Evet, şu suyunu koyma işi... Aslında bütün iş burada bitiyor... Nedir bu su meselesi?


1) Eğer suyunu az koyarsanız, pilavınız yeterince pişmez ve yerken yüzünüz ağzınızda kıtırdayan pirinçler karşısında tuhaf şekiller alabilir.


2) Eğer suyunu çok koyarsanız, Pilavınızın buz dolabında 3 gün beklemiş sütlaç kıvamından farkı olmaz.


"Ne kadar öyleyse?"


Pilavın genel bir kriteri vardır genellikle 1'e 1.5... Duymuşsunuzdur bu genel geçer tabiri... Ama risk hala devam eder... Pirincin yapısı çok önemlidir. Bazı pirinçler 1'e 2 sever. En garantisi Baldo Pirinç derim ve suyunu da 1'e 1.5 yaparım...

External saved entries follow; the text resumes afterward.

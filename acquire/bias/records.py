"""The plain data a bias sweep and a temperature-rise run hand on (to the store, files, pictures).

Arrays are numpy, SI units (ampere, henry, ohm, hertz, second, degrees Celsius, kelvin).
"""

from __future__ import annotations

from dataclasses import dataclass, field

import numpy as np

from acquire.bias.saturation import DropCurrent

#: How a bias sweep or temperature-rise run ended.
COMPLETE, INTERRUPTED, FAILED = "complete", "interrupted", "failed"


@dataclass(frozen=True)
class BiasSettings:
    """What was asked: the bias steps, the frequency, and how the operator was protected.

    ``maximum`` is the largest bias allowed (A: the smaller of the command line's or plan's
    maximum and the supply's own limit); ``energy`` the energy (J) the part stores at the
    largest bias, from the zero-bias inductance; ``confirmed`` says how going ahead was agreed:
    ``"below threshold"``, ``"operator"`` (answered the prompt) or ``"unattended"`` (the option
    for unattended stations). ``supply`` names where the bias came from (the meter or a DC
    source's identity).
    """

    currents: np.ndarray
    frequency: float
    drops: tuple[float, ...]
    maximum: float
    step: float
    dwell: float
    energy: float
    confirmed: str
    supply: str
    dut: str = ""
    fixture: str = ""
    meter: str = ""
    reference_set_id: int | None = None


@dataclass(frozen=True)
class BiasCurve:
    """The measured curve: one row per bias step (index ``i`` in every array).

    ``setpoint`` is the current asked for, ``applied`` what the supply read back; ``raw`` and
    ``corrected`` the complex impedance (ohm; ``corrected`` is None without a reference set,
    whose open/short readings were captured at zero bias); ``ls``, ``rs``, ``q`` derive from the
    corrected values when there are some, else from the raw ones.
    """

    setpoint: np.ndarray
    applied: np.ndarray
    raw: np.ndarray
    corrected: np.ndarray | None
    ls: np.ndarray
    rs: np.ndarray
    q: np.ndarray


@dataclass(frozen=True)
class BiasSweepResult:
    """A bias sweep as it ended: its settings, its curve (maybe partial), and the drop currents.

    ``drops`` is empty when the curve ended before a saturation current could be interpolated
    (an interrupted run keeps its completed points, marked by ``status``).
    """

    settings: BiasSettings
    curve: BiasCurve
    drops: tuple[DropCurrent, ...]
    status: str
    note: str = ""
    started: str = ""
    ended: str = ""


@dataclass(frozen=True)
class RiseSettings:
    """What a temperature-rise run was asked: a current held, or a rise searched for."""

    current: float
    ambient: float
    time_limit: float
    settle_window: float
    settle_tolerance: float
    target_rise: float | None = None
    dut: str = ""
    meter: str = ""
    supply: str = ""


@dataclass(frozen=True)
class RiseResult:
    """A temperature-rise run: DC resistance over time while a current flows, and the rise.

    ``times`` are seconds from the start of the current, ``resistance`` the winding's DC
    resistance (ohm) then, ``rise`` the winding's rise above ``ambient`` (K) by the resistance
    method from ``r_cold`` measured at ``t_cold`` before any current flowed. ``steps`` holds one
    (current, settled rise) pair per current tried when a rise was searched for.
    """

    settings: RiseSettings
    r_cold: float
    t_cold: float
    current: float
    times: np.ndarray
    resistance: np.ndarray
    rise: np.ndarray
    settled: bool
    status: str
    steps: tuple[tuple[float, float], ...] = field(default_factory=tuple)
    note: str = ""

    @property
    def final_rise(self) -> float | None:
        """The settled rise (the line fitted over the settle window, at its end) when the run
        settled, else the last reading's rise; None without readings."""
        if self.settled and self.steps:
            return float(self.steps[-1][1])
        return float(self.rise[-1]) if self.rise.size else None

Ben bu pilavı yaparken 2 bardak pirinç kullanmıştım. O zaman 3 Bardak su koyuyoruz haliyle...


Gördüğünüz gibi pirinçler artık sulara gömülmüş vaziyette...



Nohutu unuttum sanmayın. 

TAKTİK 3) Nohutlarınızı heran kullanmaya hazır vaziyete getirmek için, önceden bir gece suda bekletip topluca bir tencerede haşlayın ve küçük küçük poşetlere koyup derin dondurucunuzda saklayın. Annem öyle yapıyor. 

Ben de annemin önceden hazırladığı buzlu nohutlarımı alıyorum ve yine pirinç ölçerken kullandığım bardağın tamamını dolduruyorum, olduğu gibi sulara gömülmüş pirinçlerin arasına karıştırıyorum onları da...

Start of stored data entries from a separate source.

"""Correcting readings with a reference set, and carrying every uncertainty to the result.

:func:`correct_with_uncertainty` takes DUT readings, their Type A uncertainty, a reference set
(:class:`acquire.compensation.ReferenceSet`) and the meter's stated accuracy, and returns the
corrected impedance with the covariance of its real and imaginary parts and its expanded
uncertainty (``k = 2``). What it counts, per reading (the DUT's and each standard's):

- Type B: the stated accuracy's bound as a rectangular distribution
  (:func:`acquire.uncertainty.accuracy.reading_uncertainty`), when ``accuracy`` is given;
- Type A: the standard uncertainty of the mean of repeated readings when there were repeats
  (``u_m`` for the DUT; the set's ``open_u``, ``short_u``, ``load_u`` for the standards), else
  the stated one-reading repeatability divided by ``√repeats``
  (:func:`acquire.uncertainty.accuracy.repeatability`), when ``accuracy`` is given;
- the load standard's own tolerance ``load_true_u`` (for example from its certificate);
- with open and short but no load, the correction's model error: it is exact only for a fixture
  whose stray sits after its series part, and is off by up to about ``2·|Zs/Zo|`` of the value
  for others (a cable, say); see :func:`_open_short_model`.

The readings are taken as independent of each other. Where the meter's errors of two readings
are in fact correlated (the same range, the same frequency) the correction cancels part of them
and the result is better than stated: the uncertainty errs on the safe side.
"""

from __future__ import annotations

from dataclasses import dataclass

import numpy as np

from acquire.compensation.interpolation import GridForms
from acquire.errors import InputError
from acquire.uncertainty.accuracy import reading_uncertainty, repeatability
from acquire.uncertainty.prepared import PreparedCorrection
from acquire.uncertainty.propagation import as_covariance, expanded, propagate

STANDARD_NAMES = ("open", "short", "load")


@dataclass(frozen=True, eq=False)
class CorrectedPoints:
    """Corrected impedance with its uncertainty, per frequency.

    ``frequency`` (Hz, shape ``(n,)``), ``z`` (complex ohm, ``(n,)``), ``cov`` (``(n, 2, 2)``,
    covariance of (R, X) in ohm²) and ``expanded`` (``(n, 2)``: U of R and of X in ohm, k = 2).
    """

    frequency: np.ndarray
    z: np.ndarray
    cov: np.ndarray
    expanded: np.ndarray


def _standard_u(refs, at, name: str, f: np.ndarray) -> np.ndarray | None:
    """The set's Type A of standard ``name`` at ``f`` (None when it has none)."""
    u = getattr(at, f"{name}_u", None)
    if u is not None:
        u = np.asarray(u, dtype=float)
        if u.shape[:1] == f.shape:
            return u
    u = getattr(refs, f"{name}_u", None)
    if u is None:
        return None
    u = np.asarray(u, dtype=float)
    grid = np.log(np.asarray(refs.frequency, dtype=float))
    if u.shape[:1] != grid.shape:
        raise InputError(
            f"{name}_u has {u.shape[0]} values but the set has {grid.size} frequencies"
        )
    x = np.log(f)
    if u.ndim == 1:
        return np.interp(x, grid, u)
    return np.stack([np.interp(x, grid, u[:, i]) for i in range(u.shape[1])], axis=-1)


def reading_covariance(f, z, u_a, accuracy, settings, repeats: int = 1) -> np.ndarray:
    """Covariance of readings ``z``: their Type A ``u_a`` (or, without it, the stated
    repeatability of the mean of ``repeats`` readings) plus their Type B; zero without either."""
    shape = z.shape
    if u_a is not None:
        cov = as_covariance(u_a, shape)
    elif accuracy is not None:
        cov = as_covariance(repeatability(f, z, accuracy, **settings) / np.sqrt(repeats), shape)
    else:
        cov = np.zeros(shape + (2, 2))
    if accuracy is not None:
        cov = cov + as_covariance(reading_uncertainty(f, z, accuracy, **settings), shape)
    return cov


def correct_with_uncertainty(
    f,
    zm,
    u_m,
    refs,
    accuracy=None,
    *,
    level: float | None = None,
    speed: str | None = None,
    averaging: int = 1,
    load_true_u=None,
) -> CorrectedPoints:
    """Correct readings ``zm`` taken at ``f`` with ``refs`` and propagate their uncertainties.

    ``u_m`` is the Type A standard uncertainty of the DUT readings (None when each was read
    once; any form :func:`acquire.uncertainty.as_covariance` takes). ``accuracy`` is the
    dialect's :class:`drivers.dialect.MeterAccuracy` (None: count only Type A). ``level``,
    ``speed`` and ``averaging`` are the meter's settings for the readings (the same are assumed
    for the standards). ``load_true_u`` is the standard uncertainty of the load's true value.
    The standards at ``f`` come from ``refs.at(f)``; a
    :class:`~acquire.compensation.ReferenceSet` goes through
    :class:`~acquire.uncertainty.prepared.PreparedCorrection` (the same numbers, with the set's
    kept forms), which a caller correcting many batches with one set keeps.
    """
    f = np.atleast_1d(np.asarray(f, dtype=float))
    zm = np.atleast_1d(np.asarray(zm, dtype=complex))
    if f.shape != zm.shape or f.ndim != 1:
        raise InputError(f"give one frequency per reading: {f.shape} and {zm.shape}")
    if isinstance(getattr(refs, "grid_forms", None), GridForms):
        prepared = PreparedCorrection(refs, accuracy, level, speed, averaging, load_true_u)
        zx, cov = prepared.correct(f, zm, u_m)
        return CorrectedPoints(frequency=f, z=zx, cov=cov, expanded=expanded(cov))
    at = refs.at(f)
    settings = {"level": level, "speed": speed, "averaging": averaging}
    repeats = max(1, int(getattr(refs, "repeats", 1) or 1))
    z_std = {name: getattr(at, name) for name in STANDARD_NAMES}
    u_std: dict[str, np.ndarray | None] = {}
    for name, z in z_std.items():
        if z is None:
            u_std[name] = None
            continue
        z = np.asarray(z, dtype=complex)
        u_a = _standard_u(refs, at, name, f)
        u_std[name] = reading_covariance(f, z, u_a, accuracy, settings, repeats)
    u_dut = reading_covariance(f, zm, u_m, accuracy, settings, 1)
    zx, cov = propagate(
        zm,
        u_dut,
        z_std["open"],
        u_std["open"],
        z_std["short"],
        u_std["short"],
        z_std["load"],
        u_std["load"],
        None if z_std["load"] is None else at.load_true,
        load_true_u,
    )
    if z_std["open"] is not None and z_std["short"] is not None and z_std["load"] is None:
        cov = cov + _open_short_model(zx, z_std["open"], z_std["short"])
    return CorrectedPoints(frequency=f, z=zx, cov=cov, expanded=expanded(cov))


def _open_short_model(zx, zo, zs) -> np.ndarray:
    """Covariance of the open-short correction's model error (Type B, rectangular).

    For any reciprocal fixture with chain parameters A, B, C, D (AD − BC = 1) the open-short
    correction returns ``Zx/D²`` (algebra: ``Zs = B/D``, ``Zo = A/C``). Open and short fix only
    two of the three parameters; with ``t = Zs/Zo = BC/(AD)`` the relative error ``1/D² − 1`` is
    0 for a fixture whose stray sits after its series part (D = 1), ``−t`` for a symmetric one
    (A = D, a cable) and ``t² − 2t`` for one whose stray sits before its series part (A = 1).
    So the relative error of Zx is taken as within ``|t|·(2 + |t|)`` for R and X each, standard
    uncertainty that bound times ``|Zx|/√3`` (JCGM 100:2008 4.3.7). A load standard removes it.
    """
    with np.errstate(all="ignore"):
        t = np.abs(np.asarray(zs) / np.asarray(zo))
        a = t * (2.0 + t) * np.abs(zx)
    return as_covariance(a / np.sqrt(3.0), np.shape(zx))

Nohutlarla Pilavlar güzel anlaşıyorlar... :P



Gelelim şu tuz meselesine... Pilavın tuzu da suyu kadar önem taşır. Az tuzlu ise vay halinize... Sütlaça yakalanmaktan kurtulamazsınız. Pilav heran sütlaça dönüverir. :) Benim çok kullandığım bir tabirdir bu pilavı sütlaça benzetmek. :) 

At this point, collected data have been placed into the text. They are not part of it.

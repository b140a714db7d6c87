"""Per-point uncertainty of corrected impedance, evaluated as the GUM asks (JCGM 100:2008).

Every corrected point carries the 2×2 covariance of its real and imaginary parts (ohm²) and
their expanded uncertainty ``U = k·u`` with ``k = 2``. The inputs are

- the meter's stated accuracy (a dialect's ``[accuracy]`` table): a bound on the error of each
  reading, taken as a rectangular distribution, standard uncertainty ``a/√3`` (Type B,
  JCGM 100:2008 4.3.7), in :mod:`.accuracy`;
- the repeatability of the readings and of the three reference standards: the standard deviation
  of the mean of repeated readings (Type A, JCGM 100:2008 4.2), or the meter's stated one-reading
  repeatability for a reading taken once, in :mod:`.repeats`;

carried through the open/short/load correction by its Jacobian (the law of propagation of
uncertainty, JCGM 100:2008 5.1.2, in its matrix form for a complex output, JCGM 102:2011 6.2.1)
in :mod:`.propagation`, then on to Ls, Rs, Q, ... in :mod:`.quantities`. :mod:`.flags` says where
a value is past what the tool can measure. :func:`correct_with_uncertainty` (in :mod:`.correct`)
does it all for readings and a reference set.
"""

from acquire.uncertainty.accuracy import half_width, reading_uncertainty, repeatability
from acquire.uncertainty.correct import (
    CorrectedPoints,
    correct_with_uncertainty,
    reading_covariance,
)
from acquire.uncertainty.flags import BEYOND_ACCURACY, beyond_accuracy, flags_from, point_flags
from acquire.uncertainty.propagation import (
    COVERAGE_FACTOR,
    as_covariance,
    expanded,
    propagate,
    sensitivities,
)
from acquire.uncertainty.quantities import quantity_uncertainty
from acquire.uncertainty.repeats import mean_of_repeats

__all__ = [
    "BEYOND_ACCURACY",
    "COVERAGE_FACTOR",
    "CorrectedPoints",
    "as_covariance",
    "beyond_accuracy",
    "correct_with_uncertainty",
    "expanded",
    "flags_from",
    "half_width",
    "mean_of_repeats",
    "point_flags",
    "propagate",
    "quantity_uncertainty",
    "reading_covariance",
    "reading_uncertainty",
    "repeatability",
    "sensitivities",
]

Ben bu pilav için yarım paket Knorr Tavuk Bulyon kullandım ve yarım yemek kaşığı kadar da tuz koydum. Tuzunu ve Knorrunu genellikle pilavın suyu fokurdamaya başlayınca koymayı tercih ederim.



TAKTİK 4) Pilavın tuzunun yeterli olup olmadığını anlayabilmek için çaktırmadan çok az suyundan alıp tadın. Eğer ağzınıza sizi rahatsız etmeyen ve damak tadınıza uyumlu bir tuzlu su geliyorsa, tamamdır. Eğer tuzsuz bir su ile karşılaştıysanız birazcık daha ekleyerek tatmaya devam edin. Şayet eğer sudaki tuzdan dolayı yüzünüz buruştuysa, felaketle yüzleşmeye hazır olun. :) Çözümünü henüz ben de bilmiyorum. :)


Tuz işini de ayarladıktan sonra yarım dakika kadar ağzı açık olarak kaynattığımız pilavımızın, ağzını kapayıp, orta boydaki ocağımızı en kısığa alarak beklemeye koyuluyoruz.




"Pilavın dibi tuttuuuuuuuu!" dememek için ben de size bir iyilik yaptım ve ilk kez pilavın pişme süresini tuttum. :)  Vee tam 15 dk'da pilav dibi tutmadan pişmişti.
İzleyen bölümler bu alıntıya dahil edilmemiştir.